バスが停まると高坂部長が立ち上がり、こちらをみて話し出す。
「みんな、今日はお疲れ様。これから部屋割りを伝える。聞き間違えて違う部屋にいかない様に注意してくれ」
今日から1週間泊まるホテルは2人部屋らしい。
高坂部長から部屋割りを伝えられる。
俺は新庄先輩と同室となった。
「龍之介くんよろしく!」
「こちらこそよろしくお願いします」
バスを降りて荷物を受け取った俺は、割り当てられた部屋へ向かった。
その道中、野村とすれ違った。
「いい気になるなよ」
野村はすれ違いざま俺にボソッと呟いた。
あいつは本当に嫌な奴だな。
割り当てられた部屋に着いた俺は早速着替えをする。
少し遅れてやってきた新庄先輩から、ここには大浴場があるらしいとの話を聞いた俺は、新庄先輩と共に大浴場へと向かう。
「大きい風呂ですね!」
「他校の学生もこのホテルに泊まっているみたいだね」
新庄先輩の言う通り、大浴場へ入ると知らない高校生が何人かいた。
「ん?君はさっきの・・・」
「あなた達もここに泊まっているんですね」
先程試合をした福岡第一高校の人達が浴槽に浸かっていて、俺を見つけて声を掛けてきた様だ。
身体も洗い終わり、浴槽へ浸かった俺に福岡第一高校の
古賀さんが声を掛けてきた。
「やあ竹内くん。さっきはいい試合だった」
「いえ、古賀さんも強かったです」
「1年で団体戦に出られるだけはあるな。

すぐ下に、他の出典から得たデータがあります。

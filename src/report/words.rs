//! The answer in words. Every word hangs on a number of the findings and turns round when the number does.

use super::numbers::{days_moved, fixed, signed};
use super::reader::Reader;
use crate::findings::{Chance, Crossing, CrossingRange, Findings, LevelFindings, MeasureFindings};
use crate::season::{Kind, LEAST_REFERENCE_MM};

/// A 5-95 % range of fewer pairs is their extremes.
const LEAST_PAIRS_FOR_A_RANGE: usize = 20;

/// The answer to the study's question.
#[derive(Debug, Clone, PartialEq, serde::Serialize)]
pub struct Answer {
    /// One sentence: does warming outweigh the precipitation spread, and from where on?
    pub verdict: String,
    /// How much, level by level.
    pub amounts: Vec<String>,
    /// What the verdict measures with, and whether another measure would change it.
    pub yardstick: Vec<String>,
    /// How much earlier.
    pub timing: Vec<String>,
    /// Where.
    pub elevation: Option<String>,
    /// Could chance hide it?
    pub chances: Vec<String>,
}

/// Puts the findings into a reader's words. `mean_change_sd_pct` is the assumed change of mean precipitation, if any.
pub fn answer_in_words(findings: &Findings, mean_change_sd_pct: Option<f64>, reader: Reader) -> Answer {
    let Some(headline) = findings.basin.first() else {
        return Answer {
            verdict: "Nothing was measured.".to_owned(),
            amounts: Vec::new(),
            yardstick: Vec::new(),
            timing: Vec::new(),
            elevation: None,
            chances: Vec::new(),
        };
    };
    let changed = |level: &&LevelFindings| level.shift.is_some();
    Answer {
        verdict: verdict(findings, headline, reader),
        amounts: headline
            .levels
            .iter()
            .filter(changed)
            .map(|level| how_much(findings, headline, level, reader))
            .collect(),
        yardstick: yardstick(findings, headline, mean_change_sd_pct, reader),
        timing: findings
            .levels_c
            .iter()
            .enumerate()
            .filter_map(|(at, _)| timing(findings, at, reader))
            .collect(),
        elevation: elevation(findings, reader),
        chances: headline
            .levels
            .iter()
            .filter_map(|level| could_be_hidden(findings, level, reader))
            .collect(),
    }
}

/// `30-year mean 1 April SWE` or, of a date, `30-year median melt-out`.
pub fn period_name(findings: &Findings, measure: &MeasureFindings) -> String {
    let statistic = if measure.measure.kind.is_date() { "median" } else { "mean" };
    format!("{}-year {statistic} {}", findings.years, measure.measure.title)
}

fn verdict(findings: &Findings, headline: &MeasureFindings, reader: Reader) -> String {
    let name = period_name(findings, headline);
    if let Some(spread) = headline.precipitation_spread
        && headline.measure.kind == Kind::AmountMm
        && spread.q50 < LEAST_REFERENCE_MM
    {
        return format!(
            "There is hardly any snow to lose: the reference's {name} is {} in the median. Check units, elevations and the \
             hemisphere if you know better.",
            reader.amount(spread.q50)
        );
    }
    match headline.outweighs {
        Crossing::At { level_c, until_c } => {
            let range = crossing_range(findings, headline.outweighs_range, reader);
            let from = reader.between_levels(level_c);
            let (span, elsewhere) = match until_c {
                None => (format!("From about {from} of warming on{range}"), "up to there"),
                Some(until_c) => (
                    format!("From about {from}{range} to {} of warming", reader.between_levels(until_c)),
                    "elsewhere",
                ),
            };
            format!(
                "{span}, the warming outweighs the precipitation spread of the {name}; {elsewhere}, precipitation outweighs \
                 the warming."
            )
        }
        Crossing::NotReached { up_to_c } => {
            let ratio = headline.levels.last().and_then(|level| level.signal_to_spread);
            let ratio = ratio.map_or(String::new(), |ratio| {
                let ratio = fixed(ratio.value, 2);
                format!(": at {} the shift is {ratio} times the half spread", reader.level(up_to_c))
            });
            format!(
                "Up to {}, warming does not outweigh the precipitation spread of the {name}, precipitation outweighs the \
                 warming{ratio}.",
                reader.level(up_to_c)
            )
        }
        Crossing::Unknown => format!(
            "Whether warming outweighs the precipitation spread of the {name} cannot be said from this study: there is \
             no level above the reference, or the reference does not spread."
        ),
    }
}

/// ` (Monte Carlo range +1.3 to +1.5)`, where the realizations at hand leave that open.
fn crossing_range(findings: &Findings, range: Option<CrossingRange>, reader: Reader) -> String {
    let highest = findings.levels_c.last().copied().unwrap_or_default();
    let words = |end: Option<f64>| match end {
        Some(level_c) => reader.between_levels_bare(level_c),
        None => format!("above {}", reader.between_levels_bare(highest)),
    };
    match range {
        Some(CrossingRange { q05_c, q95_c }) if words(q05_c) != words(q95_c) => {
            format!(" (Monte Carlo range {} to {})", words(q05_c), words(q95_c))
        }
        _ => String::new(),
    }
}

fn how_much(findings: &Findings, headline: &MeasureFindings, at: &LevelFindings, reader: Reader) -> String {
    let Some(shift) = at.shift else {
        return String::new();
    };
    let change_mm = shift.median.value;
    let change = if change_mm == 0.0 {
        "does not change".to_owned()
    } else {
        format!("{} by {}", if change_mm < 0.0 { "falls" } else { "rises" }, reader.amount(change_mm.abs()))
    };
    let percent = at.percent_change.map_or(String::new(), |percent| format!(" ({} %)", signed(percent, 0)));
    let ratio = at.signal_to_spread.map_or(String::new(), |ratio| {
        let error = ratio.monte_carlo_error.map_or(String::new(), |error| format!(" ± {}", fixed(error, 2)));
        let word = if ratio.value > 1.0 { "outweighs" } else { "does not outweigh" };
        format!("; that is {}{error} times the half spread, so it {word} it", fixed(ratio.value, 2))
    });
    let range = if shift.pairs >= LEAST_PAIRS_FOR_A_RANGE {
        format!(", 90 % of them between {}", reader.change_and_change(shift.q05, shift.q95))
    } else {
        String::new()
    };
    let realizations = if shift.pairs == 1 { "realization" } else { "realizations" };
    format!(
        "At {}, the {} {change}{percent}: the median over {} {realizations}, each against itself{range}{ratio}.",
        reader.level(at.level_c),
        period_name(findings, headline),
        shift.pairs,
    )
}

fn yardstick(
    findings: &Findings,
    headline: &MeasureFindings,
    mean_change_sd_pct: Option<f64>,
    reader: Reader,
) -> Vec<String> {
    let mut words = Vec::new();
    if let Some(spread) = headline.precipitation_spread {
        words.push(format!(
            "Yardstick: the reference's {}, over {} realizations of {} years, with its own temperatures: median {}, 5–95 % \
             from {} to {}. The half spread is the part of that range between the median and the end that a shift points to; \
             'outweighs' means that the median shift is larger.",
            period_name(findings, headline),
            findings.realizations,
            findings.years,
            reader.amount(spread.q50),
            reader.amount(spread.q05),
            reader.amount(spread.q95)
        ));
    }
    if headline.precipitation_spread.is_none() {
        return words;
    }
    words.push(match mean_change_sd_pct {
        Some(sd) if sd > 0.0 => format!(
            "The spread holds an assumed change of mean precipitation, normal with a standard deviation of {} %: an \
             assumption about the future that the verdict may hang on.",
            fixed(sd, 1)
        ),
        _ => "No change of mean precipitation is assumed: the spread holds only the order and choice of the record's \
              own years."
            .to_owned(),
    });
    let hangs: Vec<String> = headline
        .levels
        .iter()
        .filter_map(|at| {
            let (half_spread, one_sd) = (at.signal_to_spread?.value, at.signal_to_noise?.against_reference?);
            ((half_spread > 1.0) != (one_sd > 1.0)).then(|| {
                format!(
                    "{} ({} half spreads, {} standard deviations)",
                    reader.level(at.level_c),
                    fixed(half_spread, 2),
                    fixed(one_sd, 2)
                )
            })
        })
        .collect();
    let both = |at: &LevelFindings| {
        at.signal_to_spread.is_some()
            && at.signal_to_noise.is_some_and(|ratio| ratio.against_reference.is_some())
    };
    if !headline.levels.iter().any(both) {
        return words;
    }
    if hangs.is_empty() {
        words.push(
            "Measured against one standard deviation instead, as studies of emergence do, the verdict is the same at \
             every level."
                .to_owned(),
        );
    } else {
        words.push(format!(
            "The verdict hangs on the yardstick at {}: one standard deviation is the shorter measure that studies of \
             emergence use.",
            hangs.join(", ")
        ));
    }
    words
}

fn timing(findings: &Findings, at: usize, reader: Reader) -> Option<String> {
    let of = |name: &str| {
        let measure = findings.basin.iter().find(|measure| measure.measure.name == name)?;
        Some(days_moved(measure.levels[at].shift?.median.value))
    };
    let (half_melted, melt_out) = (of("melt_d50_day")?, of("melt_out_day"));
    let melt_out = melt_out.map_or(String::new(), |moved| format!(", melt-out comes {moved}"));
    Some(format!(
        "At {}, half of the net melt is done {half_melted}{melt_out}.",
        reader.level(findings.levels_c[at])
    ))
}

/// The bands that lose most and least of the headline measure, at the level nearest to 2 degC above the reference; bands
/// whose reference median is below 10 mm have no percentage and are left out.
fn elevation(findings: &Findings, reader: Reader) -> Option<String> {
    let warmer = findings.reference + 1..findings.levels_c.len();
    let at = warmer.min_by(|a, b| {
        let distance =
            |at: usize| (findings.levels_c[at] - findings.levels_c[findings.reference] - 2.0).abs();
        distance(*a).total_cmp(&distance(*b))
    })?;
    let changes: Vec<(f64, f64, f64)> = findings
        .bands
        .iter()
        .filter_map(|band| {
            let percent = band.measures.first()?.levels[at].percent_change?;
            Some((band.band.lower_m, band.band.upper_m, percent))
        })
        .collect();
    if changes.len() < 2 {
        return None;
    }
    let most = changes.iter().min_by(|a, b| a.2.total_cmp(&b.2))?;
    let least = changes.iter().max_by(|a, b| a.2.total_cmp(&b.2))?;
    let title = &findings.basin.first()?.measure.title;
    let where_and_how_much = |(lower_m, upper_m, percent): (f64, f64, f64)| {
        let (percent, lower) = (signed(percent, 0), reader.elevation_bare(lower_m));
        format!("{percent} % ({lower} to {})", reader.elevation(upper_m))
    };
    Some(format!(
        "By elevation, {title} at {} changes between {} and {}.",
        reader.level(findings.levels_c[at]),
        where_and_how_much(*most),
        where_and_how_much(*least),
    ))
}

fn could_be_hidden(findings: &Findings, at: &LevelFindings, reader: Reader) -> Option<String> {
    let [beyond, year_beyond, back] = towards_shift(at)?;
    let side = if at.shift?.median.value < 0.0 { "below" } else { "above" };
    Some(format!(
        "At {}, an independent {}-year mean lies {side} a reference one with a chance of {}, a single year {side} a single \
         reference year with {}; {} of these realizations come back to the reference's median all the same.",
        reader.level(at.level_c),
        findings.years,
        chance(beyond),
        chance(year_beyond),
        chance(back)
    ))
}

/// The chances in the direction of the shift: that an independent period value, and a single year, lie on that side of a
/// reference one, and that a realization comes back to the reference's median all the same. Nothing where there is no
/// percentage to speak of, or no shift.
pub fn towards_shift(at: &LevelFindings) -> Option<[Chance; 3]> {
    at.percent_change?;
    let is_fall = at.shift?.median.value < 0.0;
    let chances = at.chances?;
    let found =
        [chances.period_below_reference?, chances.year_below_reference?, chances.reaches_reference_median?];
    Some(if is_fall { found } else { found.map(Chance::opposite) })
}

/// The same for a table: `97 ± 1 %`, `> 99 %`, `< 1 %`.
pub fn chance_in_table(found: Chance) -> String {
    match found.bound {
        Some(bound) if found.estimate.value > 0.5 => format!("> {} %", fixed(100.0 * (1.0 - bound), 0)),
        Some(bound) => format!("< {} %", fixed(100.0 * bound, 0)),
        None => chance(found),
    }
}

/// `97 ± 1 %`, or `above 99 %` and `below 1 %` where no realization counts for the other side.
pub fn chance(chance: Chance) -> String {
    let percent = 100.0 * chance.estimate.value;
    match chance.bound {
        Some(bound) if percent > 50.0 => {
            format!("100 % (95 % sure of more than {} %)", fixed(100.0 * (1.0 - bound), 0))
        }
        Some(bound) => format!("0 % (95 % sure of less than {} %)", fixed(100.0 * bound, 0)),
        None => {
            let error = chance.estimate.monte_carlo_error.map(|error| 100.0 * error);
            let decimals = match error {
                Some(error) if error < 0.05 => 2,
                Some(error) if error < 0.95 => 1,
                _ => 0,
            };
            let error = error.map_or(String::new(), |error| format!(" ± {}", fixed(error, decimals)));
            format!("{}{error} %", fixed(percent, decimals))
        }
    }
}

うちがこんなにあっさり負けるなんて初めてだ」
古賀がそう言うと、身体を洗い終わった新庄先輩がこちらにやって来た。
「こいつ高校から剣道を始めた初心者なんですよ。うちもこいつの強さに驚いてます」
新庄先輩が古賀にそう告げると、近くにいた福岡第一高校の生徒が一斉にこちらを向いた。
「は?初心者?」
「あの強さで?」
浴槽内が一時騒然となった。
古賀はまずいと思ったのか、周りを落ち着かせる。
「みんな静かに!・・・それで竹内くん、高校から剣道を始めた君はなぜそんなに強いんだ」
流石に小学生の頃からモンスター狩りをしていたなんて言えない。
俺は上手く誤魔化すことにした。
「実は小学生の頃から知り合いに剣術の達人がいて、その人に教えて貰っていたんです」
「なるほどそう言う訳か。それで剣道の型には無い動きが多かったのか」
何とか納得して貰えたようだ。
実はうちの高校の人にもその事を話していなかったため、新庄先輩も隣でその話を聞いて驚いていた。
ザッシュと父から習った剣術は、人を殺すための剣術だ。
当然、剣道とは歩んできた道が違う。
俺も最初はその違いに悩んでいた事を思い出した。
「いつかその方に俺も剣術を学んでみたいものだ」
古賀さんはそう呟くと大浴場から出ていった。